We know 40 million people are unemployed in the United States.

Forty. Million. People.

We Miss Hanging Out With The Grandkids.

We know simplicity, once enacted, made a difference.

Social distancing, masks, and good hygiene flattened the curve.

We know essential workers in a community are ordinary people, doing ordinary jobs.

We know, if we choose to adjust priorities, hope exists to renew our troubled planet.

*****

The wonders of our rivers and forests and wildlife carry on, unaffected by the crisis of disease. The human community, however, restricted activities to protect themselves from contagion. Now, with the relaxation of those controls, what consequences will the latest new normals deliver?

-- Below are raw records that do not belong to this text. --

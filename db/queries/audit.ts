import type { Executor } from "../schema";


export interface AuditInput {
  actorId: string | null;
  firmId?: string | null;
  projectId?: string | null;
  action: string;
  targetType?: string | null;
  targetId?: string | null;
  detail?: Record<string, unknown>;
}

export async function writeAudit(db: Executor, e: AuditInput): Promise<void> {
  await db
    .insertInto("audit_events")
    .values({
      actor_id: e.actorId,
      firm_id: e.firmId ?? null,
      project_id: e.projectId ?? null,
      action: e.action,
      target_type: e.targetType ?? null,
      target_id: e.targetId ?? null,
      detail: JSON.stringify(e.detail ?? {}),
    })
    .execute();
}

export async function listProjectAudit(db: Executor, projectId: string, limit = 100) {
  return db
    .selectFrom("audit_events")
    .leftJoin("users", "users.id", "audit_events.actor_id")
    .select([
      "audit_events.id",
      "audit_events.at",
      "audit_events.action",
      "audit_events.target_type as targetType",
      "audit_events.target_id as targetId",
      "audit_events.detail",
      "users.name as actorName",
      "users.email as actorEmail",
    ])
    .where("audit_events.project_id", "=", projectId)
    .orderBy("audit_events.at", "desc")
    .orderBy("audit_events.id", "desc")
    .limit(limit)
    .execute();
}
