"use client";

import { useFieldArray, useFormContext, useWatch } from "react-hook-form";
import { useUnits } from "@/components/forms";
import {
  COMPONENT_KEYS,
  FIRST_COST_ITEMS,
  MONTE_CARLO_INPUTS,
  PERIODIC_ITEM_KINDS,
  SENSITIVITY_INPUTS,
  SENSITIVITY_INPUT_MODES,
  BREAK_EVEN_INPUTS,
  type MonteCarloInputKey,
} from "@/lib/engine/economics/types";
import { OPTION_KIND_LABELS, OPTION_KINDS, type OptionKind } from "@/lib/engine/types";
import { componentLifeDefaultsYears } from "@/lib/scenarios/schema-economics";
import { newOptionOfKind } from "@/lib/scenarios/prefill";
import { CondenserConstructionGroup, EvaporativeCondenserGroups, SprayPumpFields } from "./condenser-fields";
import { CarbonPriceGroup, FootprintGroup, RefrigerantField } from "./footprint-fields";
import { unitLabel } from "@/lib/units";
import type {
  EconomicsPartId,
  EditorOption,
  EditorPath,
  EditorValues,
  OptionPartId,
} from "@/lib/scenarios/editor-values";
import { MC_LABELS } from "@/lib/scenarios/field-labels";
import { Check, Choice, FlowField, Group, Num, Pct, Plain, ScaledField, Text } from "./fields";
import { CoolerWetRatings, TowerRatingPoints } from "./rating-points";
import { OnDemand } from "./on-demand";

type V = EditorValues;

export const FIRST_COST_LABELS: Record<(typeof FIRST_COST_ITEMS)[number], string> = {
  equipment: "Equipment",
  installation: "Installation",
  structureAndCrane: "Structure and crane",
  electrical: "Electrical",
  controls: "Controls",
  plateExchanger: "Plate exchanger",
  waterTreatmentEquipment: "Water-treatment equipment",
  meters: "Meters",
  other: "Other",
};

Answers elude us about things such as whether public schools can open next fall. Then, there’s the renewed permission to be going out and mingling with one another. It’s like a blind date with mortality. You hope to be lucky.

I wait. Time goes by. There will never be no risk. But continuing with safe behaviors will increase your luck. 

Deserted Streets, Empty Spaces

The Ruddy Duck on Oak Street, with some good advice.

In the early spring in this year of the pandemic we live in a house on a street that divides the city from the county. The trees in the fruit orchards nearby are past peak blossom and west winds scatter their petals onto the pavement. Strangers walk by the house, in groups of two or three or alone. Some wear masks, some don’t. The roads are quiet as families shelter in place and many are out of work and few cars drive by.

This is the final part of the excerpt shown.